While waiting on the Supreme Court decision, New Jersey proactively prepared for a ruling by scheduling discussions of a regulatory bill. And a new bill cropped up in the NJ Senate on Monday.
NJ sports betting bill in the spotlight
Six members of the state’s Assembly co-sponsored a bill (A3911) introduced May 7 to authorize wagering on certain sporting events at casinos and racetracks. It includes many new provisions and alters existing legislation.
The bill has been assigned to the Assembly’s Tourism, Gaming, and the Arts Committee, chaired by Ralph R. Caputo (D-Essex), one of the bill’s sponsors. First, the legislation will be reviewed by the body’s majority leadership. Considering all main bill sponsors are Democrats and members of the majority party, it will likely be recommended to the committee.
Once Caputo’s committee receives the bill, they’ll schedule it for discussion. The first available date looks to be Thursday, June 7.
Questions still to answer
It remains unclear what effect this could have on offerings at the state’s new sportsbooks. The NJ sports betting legislation could allow betting as soon as June, although Monmouth Park has said it hopes to be up and running by Memorial Day.
On the Senate side, Senate Majority Leader Stephen Sweeney, who represents the same South Jersey district as A3911 co-sponsor John Burzichelli, has introduced his own legislation on the topic.
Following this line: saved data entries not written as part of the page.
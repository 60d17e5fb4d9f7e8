/**
 * Temperature-log assessments: a data-logger file read, assessed and stored write-once with its
 * settings and result, in one transaction with its audit event; listed and opened per
 * organisation.
 *
 * The file is read in the parse worker (the same readers and limits as study uploads), so a large
 * log does not hold up the server. Anything unusable — the file, a column, a cell — is refused
 * before anything is written, with every problem named where it is (`TemperatureLogRefused`).
 */
import { and, desc, eq } from 'drizzle-orm';
import type { StoredTemperatureLogResult } from '../../../shared/api/temperature-logs.ts';
import { drawnReadings, temperatureLogPlotSpec } from '../../../shared/figures/temperature-log-plot.ts';
import type { TemperatureLogMapping } from '../../../shared/intake/temperature-log-from-grid.ts';
import { temperatureLogFromGrid } from '../../../shared/intake/temperature-log-from-grid.ts';
import { KineticsError } from '../../../shared/kinetics/numeric/kinetics-error.ts';
import { assessTemperatureLog } from '../../../shared/kinetics/temperature/temperature-log.ts';
import { temperatureLogDocument } from '../../../shared/kinetics/temperature/temperature-log-document.ts';
import {
  type TemperatureLogSettings,
  temperatureLogOptions,
} from '../../../shared/kinetics/temperature/temperature-log-settings.ts';
import { ENGINE_VERSION } from '../../../shared/kinetics/version.ts';
import type { AuditContext } from '../../platform/audit/audit-context.ts';
import { appendAuditEvent } from '../../platform/audit/audit-trail.ts';
import type { SessionUser } from '../../platform/auth/roles.ts';
import type { Database, Executor } from '../../platform/db/client.ts';
import {
  reports,
  reportVersions,
  reportVersionTemperatureLogs,
  temperatureLogAssessments,
  users,
} from '../../platform/db/schema/index.ts';
import { HttpError } from '../../platform/http/http-error.ts';
import { detectFormat, type ReceivedFile, readSheetsInWorker, sha256Hex } from '../intake/index.ts';
import { renderSvg } from '../reports/index.ts';
import { StudyImpactRefused, studyImpact } from './study-impact.ts';

export type TemperatureLogAssessmentRecord = typeof temperatureLogAssessments.$inferSelect;

/** The log could not be assessed: every problem, each with its place (sheet, cell, column). */
export { StudyImpactRefused };

export class TemperatureLogRefused extends HttpError {
  constructor(readonly problems: string[]) {
    super(422, problems.length === 1 ? (problems[0] as string) : `${problems.length} problems in the log.`);
    this.name = 'TemperatureLogRefused';
  }
}

export interface NewTemperatureLogAssessment {
  title: string;
  file: ReceivedFile;
  mapping: TemperatureLogMapping;
  settings: TemperatureLogSettings;
  studyId?: number;
  latestValue?: number;
}

export type { StoredTemperatureLogResult };

function rangeOf(settings: TemperatureLogSettings) {
  return settings.rangeMinC === undefined && settings.rangeMaxC === undefined
    ? null
    : { minC: settings.rangeMinC, maxC: settings.rangeMaxC };
}

/** Reads, assesses and stores a temperature log; nothing is stored when anything is refused. */
export async function createTemperatureLogAssessment(
  db: Database,
  actor: SessionUser,
  input: NewTemperatureLogAssessment,
  context: AuditContext,
  /** How the file's sheets are read: in the parse worker by default (the demo seed reads in place). */
  readSheets: typeof readSheetsInWorker = readSheetsInWorker,
): Promise<{ id: number }> {
  const { file } = input;
  const format = detectFormat(file.bytes, file.fileName);
  const sheets = await readSheets(file.bytes, format, file.fileName);
  const intake = temperatureLogFromGrid(sheets, input.mapping);
  if (!intake.ok) throw new TemperatureLogRefused(intake.problems.map((problem) => problem.text));
  let result: StoredTemperatureLogResult;
  try {
    const assessment = assessTemperatureLog(
      intake.readings,
      temperatureLogOptions(input.settings, intake.timeUnit),
    );
    const document = temperatureLogDocument(assessment, {
      file: file.fileName,
      sheet: intake.sheet,
      timeUnit: intake.timeUnit,
      startAt: intake.startAt,
      rangeC: rangeOf(input.settings),
    });
    const impact =
      input.studyId === undefined
        ? null
        : await studyImpact(
            db,
            actor.organisationId,
            input.studyId,
            { readings: intake.readings, assessment, timeUnit: intake.timeUnit },
            input.latestValue,
          );
    result = { ...document, impact };
  } catch (error) {
    if (error instanceof KineticsError) throw new TemperatureLogRefused([error.message]);
    throw error;
  }
  const drawn = drawnReadings(intake.readings, result);
  // biome-ignore lint/suspicious/noExplicitAny: the spec is plain Vega-Lite JSON built above.
  const figureSvg = await renderSvg(temperatureLogPlotSpec(result, drawn) as any, {
    idPrefix: 'templog',
    title: `Temperature log: ${input.title}`,
    description: `Temperature against time; ${drawn.points.length} of ${drawn.total} readings drawn; mean kinetic temperature ${result.mktC.toFixed(2)} °C.`,
  });
  const sha256 = file.sha256 ?? sha256Hex(file.bytes);
  return db.transaction(async (tx) => {
    const [row] = await tx
      .insert(temperatureLogAssessments)
      .values({
        organisationId: actor.organisationId,
        title: input.title,
        fileName: file.fileName,
        format,
        sizeBytes: file.bytes.length,
        sha256,
        content: Buffer.from(file.bytes.buffer, file.bytes.byteOffset, file.bytes.byteLength),
        mapping: input.mapping,
        settings: input.settings,
        result,
        figureSvg,
        mktC: result.mktC,
        maxC: result.maxC,
        excursionCount: result.excursions.length,
        engineVersion: ENGINE_VERSION,
        createdBy: actor.id,
      })
      .returning({ id: temperatureLogAssessments.id });
    await appendAuditEvent(tx, {
      organisationId: actor.organisationId,
      actorUserId: actor.id,
      actorLabel: actor.email,
      action: 'temperature-log.assessed',
      recordType: 'temperature_log_assessment',
      recordId: row!.id,
      before: null,
      after: {
        title: input.title,
        fileName: file.fileName,
        sha256,
        readings: result.readings,
        mktC: result.mktC,
        maxC: result.maxC,
        excursions: result.excursions.length,
        gaps: result.gaps.length,
        settings: input.settings,
        ...(result.impact
          ? {
              studyId: result.impact.source.studyId,
              analysisRunId: result.impact.source.analysisRunId,
              latestValue: result.impact.latestValue,
            }
          : {}),
        engineVersion: ENGINE_VERSION,
      },
      context,
    });
    return { id: row!.id };
  });
}

export interface TemperatureLogListRow {
  id: number;
  title: string;
  fileName: string;
  mktC: number;
  maxC: number;
  excursionCount: number;
  createdAt: Date;
  createdBy: string;
}

export async function listTemperatureLogAssessments(
  db: Executor,
  organisationId: number,
): Promise<TemperatureLogListRow[]> {
  return db
    .select({
      id: temperatureLogAssessments.id,
      title: temperatureLogAssessments.title,
      fileName: temperatureLogAssessments.fileName,
      mktC: temperatureLogAssessments.mktC,
      maxC: temperatureLogAssessments.maxC,
      excursionCount: temperatureLogAssessments.excursionCount,
      createdAt: temperatureLogAssessments.createdAt,
      createdBy: users.fullName,
    })
    .from(temperatureLogAssessments)
    .innerJoin(users, eq(users.id, temperatureLogAssessments.createdBy))
    .where(eq(temperatureLogAssessments.organisationId, organisationId))
    .orderBy(desc(temperatureLogAssessments.id));
}

/** One assessment of the organisation; 404 for another organisation's, as for a missing one. */
export async function findTemperatureLogAssessment(
  db: Executor,
  organisationId: number,
  id: number,
): Promise<TemperatureLogAssessmentRecord & { createdByName: string }> {
  const [row] = await db
    .select({ assessment: temperatureLogAssessments, createdByName: users.fullName })
    .from(temperatureLogAssessments)
    .innerJoin(users, eq(users.id, temperatureLogAssessments.createdBy))
    .where(
      and(eq(temperatureLogAssessments.organisationId, organisationId), eq(temperatureLogAssessments.id, id)),
    );
  if (!row) throw new HttpError(404, 'There is no temperature-log assessment with this number.');
  return { ...row.assessment, createdByName: row.createdByName };
}

/** The report versions an assessment is attached to, newest first. */
export async function reportsOfAssessment(db: Executor, organisationId: number, assessmentId: number) {
  return db
    .select({
      reportId: reports.id,
      reportNumber: reports.reportNumber,
      title: reports.title,
      versionNumber: reportVersions.versionNumber,
    })
    .from(reportVersionTemperatureLogs)
    .innerJoin(reportVersions, eq(reportVersions.id, reportVersionTemperatureLogs.reportVersionId))
    .innerJoin(reports, eq(reports.id, reportVersions.reportId))
    .where(
      and(
        eq(reportVersionTemperatureLogs.assessmentId, assessmentId),
        eq(reports.organisationId, organisationId),
      ),
    )
    .orderBy(desc(reportVersions.id));
}

/** Reports an assessment can be attached to (the organisation's, newest first). */
export async function attachableReports(db: Executor, organisationId: number) {
  return db
    .select({ id: reports.id, reportNumber: reports.reportNumber, title: reports.title })
    .from(reports)
    .where(eq(reports.organisationId, organisationId))
    .orderBy(desc(reports.id))
    .limit(200);
}

/** The assessments attached to a report's latest version, in their order. */
export async function latestAttachments(db: Executor, reportId: number): Promise<number[]> {
  const [latest] = await db
    .select({ id: reportVersions.id })
    .from(reportVersions)
    .where(eq(reportVersions.reportId, reportId))
    .orderBy(desc(reportVersions.versionNumber))
    .limit(1);
  if (!latest) return [];
  const rows = await db
    .select({ id: reportVersionTemperatureLogs.assessmentId })
    .from(reportVersionTemperatureLogs)
    .where(eq(reportVersionTemperatureLogs.reportVersionId, latest.id))
    .orderBy(reportVersionTemperatureLogs.position);
  return rows.map((row) => row.id);
}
With the Supreme Court decision and now talk of Congress considering legislation to replace PASPA, the New Jersey Legislature may try to expedite the bills and have it passed before its summer recess begins in July. Sources tell PlayNJ that the Assembly bill might bypass the appropriations committee, which is part of normal procedure.
What the sports betting regulations include
The NJ sports betting bill as introduced bars wagering on any college and high school teams based in New Jersey and single-game events in the state. However, it doesn’t block action on interstate tournament games played in New Jersey, such as the NCAA basketball tournament.
The new legislation also has a provision to allow the sites of former race tracks to host sportsbooks.
That opens the door to establish ones in places such as Cherry Hill’s Garden State Pavilions, a large shopping plaza built on the former Garden State racetrack. Such an establishment could be very active with its proximity to Philadelphia.